Kholisile Dhliwayo, NCARB, ARBV, NSWARB, Principal Architect, Culture as Creative; Curator, afrOURban; Curator, Black Diasporas, is an African-Australian creative working between Naarm-Melbourne and Manahatta-NYC. His work explores the symbiotic relationship between diasporic cultures and the built environment. His research and practice focus on modalities and frameworks that affirm community agency in place and space making. Dhliwayo works across multiple disciplines, including oral narrative, filmmaking, exhibition, interior design, the built environment, and mapping. He is in the final year of the Master of Design Studies research program at the Harvard Graduate School of Design. He is a registered architect in the District of Columbia and Connecticut State, as well as New South Wales and Victoria, Australia.

 A.L. Hu, NOMA, NCARB, AIA, EcoDistricts AP, Design Initiatives Manager, Ascendant Neighborhood Development, is a transgenderqueer Taiwanese-American architect, activist, and organizer. Their interdisciplinary practice synthesizes organizing for racial, class, and gender justice with world-building and spatial planning; queers the architect’s role in facilitating accessible spaces; and manifests in design, visual media, cartographies, events, and collaborative cultural work. Hu was a 2019-2021 Enterprise Rose Architectural Fellow and they are currently Design Initiatives Manager at Ascendant Neighborhood Development in East Harlem. They are a core member of Design as Protest and Dark Matter U. Hu provides brainpower and energy for Queeries, an ongoing community-building design-queering initiative for and by LGBTQIA+ architects and designers.

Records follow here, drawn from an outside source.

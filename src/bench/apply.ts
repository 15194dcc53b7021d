/**
 * Channel-list apply benchmark (`npm run bench:apply`, docs/decisions/023-hardening.md):
 * how long a 256-row channel CSV apply holds the mission lock — the time
 * every other edit of that mission waits. Target: under 200 ms (issue 17;
 * the old row-by-row path held it 8.4 s for a 20 000-row file that was
 * refused at the end). Runs the server's own path against DATABASE_URL
 * (src/ops/bench-apply.sh gives it a throwaway cluster): the file is read
 * and validated, and the plan it leaves checked, outside the lock
 * (`prepareChannelUpload`); the revision and findings are written before
 * the lock (`stageRevision`; a concurrent edit is timed meanwhile, to show
 * it does not wait); then the lock is taken and the locked part
 * (`applyPreparedChannels`: re-read chains, one upsert statement, the stored
 * upload, the plan assembled again and compared, the revision numbered) is
 * timed from the lock to the commit. The first apply inserts 244 rows
 * beside the demo mission's 12; the later ones update all 256. Prints the
 * median and the worst with PASS/MISS, the unlocked preparation beside it,
 * and the load average (the machine may be shared).
 *
 * All data here is invented demo data.
 */
import { register } from "node:module";
import { loadavg } from "node:os";

// The server's modules are marked `import "server-only"`: resolve that one package as Next does (see src/server/seed/run.ts).
const SERVER_ONLY_HOOK = `
export async function resolve(specifier, context, nextResolve) {
  if (specifier !== "server-only") return nextResolve(specifier, context);
  return nextResolve(specifier, { ...context, conditions: [...context.conditions, "react-server"] });
}`;
register(`data:text/javascript,${encodeURIComponent(SERVER_ONLY_HOOK)}`);

const { db, pool } = await import("@db/client");
const { organization } = await import("@db/schema");
const { demoPlan } = await import("@db/seed/mission-demo-plan");
const { channelsToCsv } = await import("@/lib/imports");
const { inTransaction, lockMission } = await import("@/server/core");
const { applyPreparedChannels, createMission, importPlanDocument, prepareChannelUpload, stageRevision } =
  await import("@/server/workspace");

const TARGET_MS = 200;
const RUNS = 9;

const median = (xs: number[]) => {
  const s = [...xs].sort((a, b) => a - b);
  const m = s.length >> 1;
  return s.length % 2 ? s[m]! : (s[m - 1]! + s[m]!) / 2;
};

async function main() {
  const stamp = Date.now().toString(36);
  const teamId = `bench-team-${stamp}`;
  await db
    .insert(organization)
    .values({ id: teamId, name: "Bench team (demo data)", slug: teamId, createdAt: new Date() });
  const actor = {
    userId: `bench-user-${stamp}`,
    email: "bench@demo.heterolane.local",
    name: "Bench",
    teamId,
    role: "owner" as const,
  };
  const mission = await createMission(actor, { name: "Bench: 256-channel apply (demo data)" });
  const plan = demoPlan();
  await importPlanDocument(actor, mission.id, plan);

  // 256 rows: 64 channels on each of the demo's four chains, 20 MHz wide every 30 MHz across the
  // chain's RF input (the demo's own 12 channels among them, updated by key); invented values.
  const base = plan.channels[0]!;
  const rows = (run: number) =>
    plan.chains.flatMap((c, ci) =>
      Array.from({ length: 64 }, (_, i) => {
        const own = ci * 3 + i < plan.channels.length && i < 3 ? plan.channels[ci * 3 + i]! : null;
        return {
          key: own ? own.id : `${c.id}-b${i}`,
          name: `${own ? own.name : `bench channel ${i}`} (run ${run})`,
          chain: c.id,
          centerGHz: Number((c.rfInput.minGHz + 0.05 + i * 0.03).toFixed(3)),
          bandwidthMHz: 20,
          dsbOffsetGHz: null,
          integrationMs: base.integrationMs,
          antennaK: base.antennaK,
          receiverK: base.receiverK,
          gainStability: base.gainStability ?? 0,
          requiredNedtK: base.requiredNedtK ?? null,
        };
      }),
    );

  const locked: number[] = [];
  const prepared: number[] = [];
  const waits: number[] = [];
  for (let run = 0; run < RUNS; run++) {
    const csv = channelsToCsv(rows(run));
    const file = { filename: `bench-${run}.csv`, bytes: Buffer.from(csv) };
    const t0 = performance.now();
    const ready = await prepareChannelUpload(actor, mission.id, { apply: true, offset: 0, limit: 200 }, file);
    const t1 = performance.now();
    if (!("prepared" in ready)) throw new Error("the bench file was previewed, not applied");
    let lockedAt = 0;
    let stagedMs = 0;
    let waited = 0;
    const out = await inTransaction(async (tx) => {
      const s0 = performance.now();
      const check = ready.prepared.check;
      const staged = check ? await stageRevision(tx, mission.id, actor, check) : null;
      stagedMs = performance.now() - s0;
      // Another edit of the mission now, while this transaction holds its staged rows: does it wait?
      const w0 = performance.now();
      await inTransaction((other) => lockMission(other, actor, mission.id));
      waited = performance.now() - w0;
      await lockMission(tx, actor, mission.id);
      lockedAt = performance.now();
      return applyPreparedChannels(tx, actor, mission.id, ready.prepared, staged);
    });
    const committed = performance.now();
    if (out.created + out.updated !== 256) throw new Error(`applied ${out.created + out.updated} rows, not 256`);
    prepared.push(t1 - t0);
    locked.push(committed - lockedAt);
    waits.push(waited);
    console.log(
      `  run ${run + 1}: ${out.created} created, ${out.updated} updated; lock held ${(committed - lockedAt).toFixed(1)} ms ` +
        `(before the lock: reading and checking ${(t1 - t0).toFixed(1)} ms, writing the revision ${stagedMs.toFixed(1)} ms, ` +
        `during which another edit took the lock in ${waited.toFixed(1)} ms)`,
    );
  }
  const med = median(locked);
  const worst = Math.max(...locked);
  console.log(
    `channel CSV apply, 256 rows: mission lock held median ${med.toFixed(1)} ms, worst ${worst.toFixed(1)} ms over ${RUNS} runs ` +
      `(target < ${TARGET_MS} ms) ${med < TARGET_MS ? "PASS" : "MISS"}; reading and checking without the lock median ${median(prepared).toFixed(1)} ms; ` +
      `another edit during the revision write waited median ${median(waits).toFixed(1)} ms; ` +
      `load average ${loadavg()[0]!.toFixed(2)}`,
  );
}

try {
  await main();
} catch (err) {
  console.error("[bench:apply] failed:", err);
  process.exitCode = 1;
} finally {
  await pool.end();
}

Karla Andrea Pérez, CCCP Candidate, Columbia GSAPP; Co-Director, Manhatitlan is a first-generation Mexican-American designer, researcher, and folkloric dancer. She received her BFA in Interior Design from the New York Institute of Technology and is currently pursuing her MS in Critical Curatorial and Conceptual studies in Architecture at Columbia University. Her work acknowledges the gaps in historic archival representation of overlooked, often misrepresented minority community spaces, with a particular focus on the Mexican immigrant and Mexican-American communities in New York City, drawing from her upbringing in Queens. She has focused on community programming experiences that reclaim public space by using dance and installations as tools of empowerment. Pérez is always looking for ways to collectively bring forward these narratives through active collaboration, community engagement, and cultural organizing.

ABOUT CENTER FOR ARCHITECTURE LAB

Center for Architecture Lab is a multi-month, multi-disciplinary residency program that offers new voices in architecture and design full authorship over dedicated areas of the Center for Architecture’s platforms, allowing them to develop and share compelling and provocative content meant to elevate underrepresented perspectives. Created in response to the destabilizing forces of the global COVID-19 pandemic and reinvigorated racial justice movement in the United States, Center for Architecture Lab programming invites a greater diversity of professionals to participate in the fields of architecture and design and encourages our community to consider new perspectives, critical questions, and innovative solutions to systemic problems.

In April 2023, the Center for Architecture launched an open call inviting individuals and collectives to participate in this year’s cycle of the CFA Lab. Applicants were asked to respond to the idea of “home,” a concept that can take on many different forms and meanings, especially in post-COVID New York City. Since the onset of the pandemic, our relationship with domesticity has changed, as our homes took on multi-functional roles, blurring the lines between residential and professional spaces. But while the pandemic made universal the collapsing of domestic and public spaces, for many communities, especially marginalized groups, the boundaries between home and the outside world have always been in flux. For these groups, home may not be a guaranteed place of comfort and domesticity; they may have to search outside the confines of a traditional residence to find a sense of home.